Many years ago the English courts set a precedent by answering this question, "yes." Some American courts follow the English precedents on the theory that the debt is not extinguished but remains as a moral obligation and that it would be unjust and inequitable to permit the heir or legatee to take a full share of the estate without discharging that moral obligation. The states whose courts are generally cited as following the lead of the English decisions are Florida, Georgia, Illinois, Minnesota, New Jersey and Washington. At present, more courts hold to the contrary and do not permit such outlawed debts to be used as setoffs. Among the states whose courts so hold are California, Kentucky, Massachusetts, Maine, Mississippi, Nebraska, New York, Pennsylvania, Tennessee and Wisconsin. Ohio is usually included in this group by reason of the decisions of the Circuit Courts and Courts of Appeals, particularly the decision in the case of Harrod v. Carder's Admr., 3 C.C., 479, which was decided in 1888 by the Circuit Court of the Second Circuit. (Annotations may be found in the following volumes of A.L.R.: 1, page 1007; 16, page 341; 30, page 778; 73, page 582; 75, page 880; 110, page 1385; and 164, page 726.) Upon review of the decisions it will be observed that Nebraska and New York are listed in early digests as following the English rule but the courts of both states have in recent years abandoned their former position and are now following the lead of the courts of Maine, Massachusetts and Pennsylvania. See Hiatt v. Hiatt (1945), 146 Neb. 652, 20 N.W.2d 921; Kimball v. Scribner (App.Div. 1916), 161 N.Y. Supp., 511; In re Sullivan, 33 N.Y. Supp. (2d), 263 (Sup.Ct. Special Term, 1942, affirmed, 39 N.Y. Supp. [2d], 3, by Appellate Division).

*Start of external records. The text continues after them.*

def test_case_control_loads_and_sol(write_deck):
    text = ("SOL 103\nCEND\nMETHOD = 1\nSUBCASE 1\n  LOAD = 7\n  TEMP(LOAD) = 3\n  TEMP(INIT) = 4\n"
            "BEGIN BULK\nGRAV,7,,9.81,0.,0.,-1.\nTEMP,3,1,100.,2,100.\nTEMPD,4,20.\nCONM2,1,1,,2.5\nENDDATA\n")
    m = parse(write_deck("s.bdf", text))
    assert m.params["SOL"] == "103"
    (step,) = m.steps
    assert step.name == "SUBCASE 1" and step.procedures[0].kind == "frequency"
    assert step.procedures[0].options["METHOD"] == "1"
    assert sorted((ld.kind, ld.value) for ld in step.loads) == [("gravity", 9.81), ("temperature", 100.0)]
    assert [ld.value for ld in m.initial_temperatures] == [20.0]
    assert [(ms.kind, ms.value) for ms in m.mass_sources] == [("point-mass", 2.5)]


@pytest.mark.parametrize("sol,kind", [("101", "static"), ("105", "buckle"), ("MODES", "frequency"),
                                      ("129", "dynamic-implicit"), ("153", "heat-steady"), ("3", "frequency")])
def test_sol_kinds(write_deck, sol, kind):
    # MYSTRAN User Manual, Executive Control (SOL numbers and names); NASTRAN-95 User's Manual EXEC.TXT, SOL card
    m = parse(write_deck("s.bdf", f"SOL {sol}\nCEND\nBEGIN BULK\nENDDATA\n"))
    assert m.steps[0].procedures[0].kind == kind


def test_coordinate_systems(write_deck):
    # CORD2R with origin (10,0,0), z along basic z, x along basic y: local (1,0,0) -> basic (10,1,0)
    # CORD2C (cylindrical, deg) in the basic system: (r=2, theta=90, z=0) -> (0,2,0)
    text = HEAD + "CORD2R,1,,10.,0.,0.,10.,0.,1.,+\n+,10.,1.,0.\nCORD2C,2,,0.,0.,0.,0.,0.,1.,+\n+,1.,0.,0.\n"
    text += "GRID,1,1,1.,0.,0.\nGRID,2,2,2.,90.,0.\nGRID,3,,0.,0.,-1.\n"
    m = parse(write_deck("c.bdf", text + "ENDDATA\n"))
    ids, xyz = m.geometry.nodes.get()
    got = dict(zip(ids.tolist(), map(tuple, np.round(xyz, 12))))
    assert got[1] == pytest.approx((10.0, 1.0, 0.0)) and got[2] == pytest.approx((0.0, 2.0, 0.0), abs=1e-12)
    assert m.geometry.exact and tuple(m.geometry.bbox_max) == pytest.approx((10.0, 2.0, 0.0))
    m2 = parse(write_deck("c2.bdf", HEAD + "GRID,1,5,1.,0.,0.\nENDDATA\n"))
    assert not m2.geometry.exact and "CP 5" in m2.geometry.note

One of the early decisions which adopted the reasoning followed and generally applied in Ohio is Allen, Exr., v. Edwards (1883), 136 Mass. 138. In that case the executor of the will of one Saunders undertook to deduct from a legacy a debt alleged to be due from the legatee to the testator. The debt was evidenced by promissory notes upon which no effort had been made by the testator to collect and against which the statute of limitations had run. No mention of the debt or of the notes was made in the will. Under these circumstances the court said:

"We are left therefore to determine the inquiry by considering what is the proper construction of the statutes under which the Probate Court acted in refusing to direct this reduction, and ordering the legacy to be paid in full."

The court then quoted the applicable statute which, it will be observed, was strikingly similar to Section 10509-186 of the General Code of Ohio. The Massachusetts statute read:

"A debt due to the estate of a deceased person from a legatee shall be set off against and deducted from the claim of such legatee, and the Probate Court shall hear and determined as to the validity and amount of any such debt, and may make all decrees and orders necessary or proper to carry into effect such setoff or deduction."

There, it was contended by the administrator that the only possible reason for the enactment of such a law was to allow the estate of the testator the benefit of any claim justly due from the legatee, but for which no right of action existed. This argument was rejected by the Supreme Judicial Court. The court said in part:

"The language of the statute does not favor the contention of the appellant. The debt due is to be 'set off against and deducted' from the claim of the legatee. The phrase 'set off' is technical, and is ordinarily to be applied to claims which could be used in setoff in an action of contract. The Probate Court is also to determine the 'validity' of the debt. It would not be within the ordinary meaning of legal language to say that a debt was valid, which was without the strength, force, and effect which would make it good in law, or enable its holder there to enforce it by proper proceedings."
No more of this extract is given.